*ABOUT THIS TASK*: Where in the records does the word "before" occur? Copy each line in which it does.

Records from a data source
----
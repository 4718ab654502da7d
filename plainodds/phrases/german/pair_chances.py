"""Two predictors together on the probability scale, in German."""

from __future__ import annotations

import math

from plainodds.answers.estimate import Estimate
from plainodds.answers.pair import PairAnswer
from plainodds.phrases.averaged import rows_chosen
from plainodds.phrases.choices.pair import (
    corner_intervals,
    is_unknown,
    leaves_open,
    main_interaction,
    misses_one,
    other_interaction,
)
from plainodds.phrases.choices.stretches import effect_estimate, places_told
from plainodds.phrases.german.pair_labels import (
    at_b,
    both_b,
    change,
    noun,
    per_additional,
    taken_at,
)
from plainodds.phrases.german.parts import (
    ROUNDED_APART,
    case,
    event,
    held_whom,
    level_intervals,
)
from plainodds.phrases.labels import listed, named_value, value_label
from plainodds.phrases.lexicon import lexicon
from plainodds.phrases.numbers import (
    cases_apart,
    cases_apart_in,
    cases_on_sides,
    frequencies,
    told_apart,
)
from plainodds.phrases.pair_corners import Corners, corners, denominator_of_corners
from plainodds.phrases.parts import difference_with_interval, interval, say_level_once

__all__ = ["averaged_sentences", "chances_sentences", "interval_sentences", "rounding_sentences"]

_UNTOLD = "wie weit diese auseinanderliegen, lassen die Daten ganz offen"


def chances_sentences(answer: PairAnswer) -> list[str]:
    """The chances, what lies between them, and the difference between the differences."""
    apart, four = main_interaction(answer), corners(answer)
    if apart is None:
        return []
    if four is None or is_unknown(four):
        along = _along(answer)
        return [*along, *_apart_in_points(answer, apart, follows=bool(along))]
    over = denominator_of_corners(four, apart.estimate)
    return [_four(answer, four, over), _differences(answer, four, apart, over)]


def _whose(answer: PairAnswer) -> str:
    if answer.question.others == "observed" or not answer.held:
        return ""
    return f"für {held_whom(answer.subject, answer.held, answer.question.others)}: "


def _noun(answer: PairAnswer) -> str:
    return f"{noun(answer)} für {event(answer.subject.outcome)}"


def _four(answer: PairAnswer, four: Corners, over: int) -> str:
    before, after = both_b(answer)
    facts = answer.subject.predictor(answer.question.a)
    start, end = (named_value(facts, value) for value in answer.a_change)
    pairs = ((four.neither, four.a_alone), (four.b_alone, four.both))
    first, second = (told_apart(one.estimate, other.estimate) for one, other in pairs)
    counts = [frequencies((one.estimate, other.estimate), over) for one, other in pairs]
    return (
        f"{_whose(answer)}bei {before} beträgt {_noun(answer)} {first[0]} mit {start} und "
        f"{first[1]} mit {end}, das sind {counts[0]}; bei {after} beträgt sie {second[0]} und "
        f"{second[1]}, das sind {counts[1]}"
    )


def _differences(answer: PairAnswer, four: Corners, apart: Estimate, over: int) -> str:
    before, after = both_b(answer)
    first, second = four.differences
    return (
        f"mit {change(answer)} sind das {cases_apart_in(first, over)} bei {before} und "
        f"{cases_apart(second, over)} bei {after}{_apart_in_cases(answer, apart, over)}"
    )


def _apart_in_cases(answer: PairAnswer, apart: Estimate, over: int) -> str:
    if math.isnan(apart.estimate):
        return f"; {_UNTOLD}"

    def ends(lower: float, upper: float) -> str:
        return cases_on_sides(lower, upper, over)

    between = interval(apart, ends, answer.question.level)
    return (
        f": bei {both_b(answer)[1]} {cases_apart_in(apart.estimate, over)} als bei "
        f"{_start(answer)}{between}{_left_open(apart, 'es mehr oder weniger sind')}"
    )


def _start(answer: PairAnswer) -> str:
    """The value that the other predictor starts at, its name said before."""
    return value_label(answer.subject.predictor(answer.question.b), answer.b_change[0])


def _left_open(apart: Estimate, which: str) -> str:
    return f"; offen bleibt, ob {which}" if leaves_open(apart) else ""


def _along(answer: PairAnswer) -> list[str]:
    """The effect at a few values of the other, where the four chances are not to be had."""
    subject, question = answer.subject, answer.question
    if question.scale != "probability" or not answer.effect.at:
        return []
    sloped = question.a in answer.sloped
    opens = f"mit {change(answer)}"
    if sloped:
        opens = f"{per_additional(subject.predictor(question.a))}{taken_at(answer, question.a)}"
    places = places_told(answer)
    told = say_level_once(
        [_points(effect_estimate(answer.effect, place), question.level) for place in places],
        question.level,
    )
    items = [
        f"{'etwa ' if sloped and text[0].isdigit() else ''}{text} bei "
        f"{at_b(answer, answer.effect.at[place])}"
        for text, place in zip(told, places, strict=True)
    ]
    return [f"{_whose(answer)}{opens} liegt {_noun(answer)} {listed(items)}"]


def _points(estimate: Estimate, level: float) -> str:
    if math.isnan(estimate.estimate):
        return lexicon().points_not_known
    return difference_with_interval(estimate, level)


def _apart_in_points(answer: PairAnswer, apart: Estimate, *, follows: bool) -> list[str]:
    """The difference between differences or slopes; `follows` where these were just told."""
    if math.isnan(apart.estimate):
        return [_UNTOLD]
    question, subject = answer.question, answer.subject
    what = "dieser Unterschied"
    if not follows:
        what = f"der Unterschied, den {_noun(answer)} mit {change(answer)} hat,"
    if question.a in answer.sloped:
        slope = per_additional(subject.predictor(question.a))
        what = "diese Zahl" if follows else f"die Änderung, die {_noun(answer)} {slope} hat,"
    points = difference_with_interval(apart, question.level)
    left_open = _left_open(apart, "mehr oder weniger")
    if question.b in answer.sloped:
        rate = per_additional(subject.predictor(question.b))
        return [f"{rate}{taken_at(answer, question.b)} liegt {what} {points}{left_open}"]
    return [f"bei {both_b(answer)[1]} liegt {what} {points} als bei {_start(answer)}{left_open}"]


def averaged_sentences(answer: PairAnswer) -> list[str]:
    """The same interaction once more, averaged or at a profile, whichever was not told yet."""
    found = other_interaction(answer)
    if found is None:
        return []
    outcome = answer.subject.outcome
    whose = f"für einen typischen {case(outcome)}"
    if answer.question.others != "observed":
        rows = rows_chosen(answer.subject, None, answer.counted)
        own = "seinen eigenen Werten" if answer.sloped else "seinen eigenen Werten in allem anderen"
        whose = f"gemittelt über {rows}, jeder {case(outcome)} mit {own},"
    points = difference_with_interval(found, answer.question.level)
    left_open = _left_open(found, "mehr oder weniger")
    return [f"{whose} ergibt derselbe Vergleich: {points}{left_open}"]


def rounding_sentences(answer: PairAnswer) -> list[str]:
    """That counts need not add up as they are written; empty where they do."""
    return [ROUNDED_APART] if misses_one(answer) else []


def interval_sentences(answer: PairAnswer) -> list[str]:
    """The intervals of the four chances, in the order in which these are told."""
    ends = corner_intervals(answer)
    if not ends:
        return []
    return [
        f"Die {level_intervals(answer.question.level)} der vier Wahrscheinlichkeiten sind, in "
        f"derselben Reihenfolge, {listed(ends)}"
    ]
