"""Odds ratios without a finite estimate in German: why there is none, and what is known."""

from __future__ import annotations

import math

from plainodds.answers.estimate import Estimate
from plainodds.answers.odds import OddsAnswer, OddsRow
from plainodds.answers.profile import ProfileAnswer
from plainodds.model.predictors import Subject
from plainodds.phrases.german.parts import case, cases, event
from plainodds.phrases.labels import listed, named_value, predictor_name
from plainodds.phrases.lexicon import lexicon
from plainodds.phrases.numbers import count, level_figures, ratio
from plainodds.phrases.parts import ratio_with_interval
from plainodds.phrases.unbounded import one_outcome
from plainodds.values import Scalar

__all__ = [
    "one_outcome_told",
    "profile_cautions",
    "ratio_figure",
    "ratio_told",
    "unbounded_cautions",
    "unbounded_told",
]


def ratio_figure(odds: float) -> str:
    """An odds ratio, or that it has no finite value."""
    if odds == math.inf:
        return "kein endlicher Wert"
    return "kein Wert über 0" if odds == 0 else ratio(odds)


def ratio_told(odds: Estimate, level: float) -> str:
    """The same with its interval."""
    if odds.se is not None or odds.estimate not in (0.0, math.inf):
        return ratio_with_interval(odds, level)
    told = ""
    if odds.estimate == 0.0 and odds.upper is not None:
        told = f"von 0 bis {ratio(odds.upper)}"
    elif odds.estimate > 0 and odds.lower is not None:
        told = f"ab {ratio(odds.lower)}, ohne obere Grenze"
    between = lexicon().interval.format(level_figures(level), told) if told else ""
    return f"{ratio_figure(odds.estimate)}{between}"


def profile_cautions(answer: ProfileAnswer) -> list[str]:
    """That a profile's chance has no estimate short of certainty; empty where it has one."""
    points = [("dieses Profil", "diesem Profil", answer.point)]
    if answer.comparison is not None:
        points.append(("das verglichene Profil", "dem verglichenen Profil", answer.start))
    outcome, told = answer.subject.outcome, []
    for which, dative, point in points:
        if math.isnan(point.limit):
            given = ", und die angegebene ist die, bei der die Anpassung stehen blieb"
            if math.isnan(point.probability.estimate):
                given = ""
            told.append(
                f"Die Daten lassen die Wahrscheinlichkeit für {event(outcome)} für {which} offen: "
                f"jede würde sie gleich gut erklären{given}"
            )
        elif point.limit != 0:
            had, best = "hatten alle", "Gewissheit"
            if point.limit < 0:
                had, best = "hatte keiner der", "gar keine Wahrscheinlichkeit"
            whom = cases(outcome, "Fälle")
            told.append(
                f"In diesen Daten {had} {whom}, die das Modell nicht von {dative} unterscheidet, "
                f"das Ereignis, sodass {best} sie am besten erklären würde; die angegebene "
                "Wahrscheinlichkeit ist die, bei der die Anpassung stehen blieb, und ihr Intervall "
                "sagt wenig"
            )
    return told


def unbounded_told(answer: OddsAnswer, row: OddsRow) -> str:
    """What is said of such an odds ratio, to follow what changes: verb first."""
    what = event(answer.subject.outcome)
    side, odds = row.log_odds_ratio.estimate, row.odds_ratio
    name = f"das Chancenverhältnis (Odds Ratio) für {what}"
    if math.isnan(side):
        return (
            f"ist {name} nicht bekannt: die Daten lassen es offen, denn jeder Wert würde sie "
            "gleich gut erklären"
        )
    told = f"hat {name} keinen endlichen Schätzwert: {_why(answer, row)}"
    interval = f"; sein {level_figures(answer.question.level)}-%-Intervall reicht von "
    if side > 0 and odds.lower is not None:
        return f"{told}{interval}{ratio(odds.lower)} ohne Ende nach oben"
    if side < 0 and odds.upper is not None:
        return f"{told}{interval}{ratio(odds.upper)} nach unten bis 0"
    return told


def _why(answer: OddsAnswer, row: OddsRow) -> str:
    """Which cases all have the same outcome; else that the predictors together tell it."""
    subject = answer.subject
    told = [
        words
        for level in (row.end, row.start)
        if (words := one_outcome_told(subject, row.predictor, level))
    ]
    if told:
        return listed(told)
    name = predictor_name(subject.predictor(row.predictor))
    return (
        f"in diesen Daten legt {name}, allein oder mit anderen Merkmalen, das Ergebnis mancher "
        f"{cases(subject.outcome)} ausnahmslos fest"
    )


def one_outcome_told(subject: Subject, name: str, level: Scalar) -> str:
    """Said of a level all of whose cases had the same outcome; else empty."""
    facts = subject.predictor(name)
    found = None if facts.is_number else one_outcome(subject, name, level)
    if found is None:
        return ""
    number, with_event = found
    whom = f"mit {named_value(facts, level)}"
    if number == 1:
        had = "das Ereignis" if with_event else "das Ereignis nicht"
        return f"der einzige {case(subject.outcome)} {whom} hatte {had}"
    many = f"{count(number)} {cases(subject.outcome)} {whom}"
    if with_event:
        return f"alle {many} hatten das Ereignis"
    return f"keiner der {many} hatte das Ereignis"


def unbounded_cautions(answer: OddsAnswer) -> list[str]:
    """What an odds ratio without a finite estimate means; empty where all have one."""
    without = [row for row in answer.rows if math.isinf(row.log_odds_ratio.estimate)]
    left_open = [row for row in answer.rows if math.isnan(row.log_odds_ratio.estimate)]
    told = []
    if without:
        told.append(
            f"Ein endliches Chancenverhältnis (Odds Ratio) gibt es nicht bei "
            f"{_named(answer, without)}: je extremer der Wert, desto besser erklärt er diese "
            "Daten; mehr Daten, weniger Stufen oder eine bestrafte Anpassung können eines ergeben"
        )
        with_interval = any(row.odds_ratio.lower is not None for row in without)
        if with_interval and answer.question.interval == "wald":
            told.append(
                "Was darüber bekannt ist, stammt aus der Likelihood: die Werte, unter denen die "
                "Daten noch etwa so gut erklärt sind"
            )
        known = [row for row in without if row.odds_ratio.lower is not None]
        if len(known) < len(without) and answer.question.interval == "wald":
            told.append(
                "Wo die endliche Grenze des Intervalls fehlt, wurde sie ausgelassen, weil so viele "
                'lange zu berechnen sind (`interval="likelihood"` berechnet sie), oder weil die '
                "Anpassung keine Likelihood hat, aus der sie zu berechnen wäre"
            )
    if left_open:
        told.append(
            "Die Daten lassen das Chancenverhältnis (Odds Ratio) offen bei "
            f"{_named(answer, left_open)}: manche Merkmale folgen aus anderen, oder das Ergebnis "
            "zu vieler Fälle steht ausnahmslos fest"
        )
    return told


def _named(answer: OddsAnswer, rows: list[OddsRow]) -> str:
    names = (predictor_name(answer.subject.predictor(row.predictor)) for row in rows)
    return listed(list(dict.fromkeys(names)))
----
*ANSWER SECTION*:
    before, after = both_b(answer)
        f"{_whose(answer)}bei {before} beträgt {_noun(answer)} {first[0]} mit {start} und "
    before, after = both_b(answer)
        f"mit {change(answer)} sind das {cases_apart_in(first, over)} bei {before} und "
    """The value that the other predictor starts at, its name said before."""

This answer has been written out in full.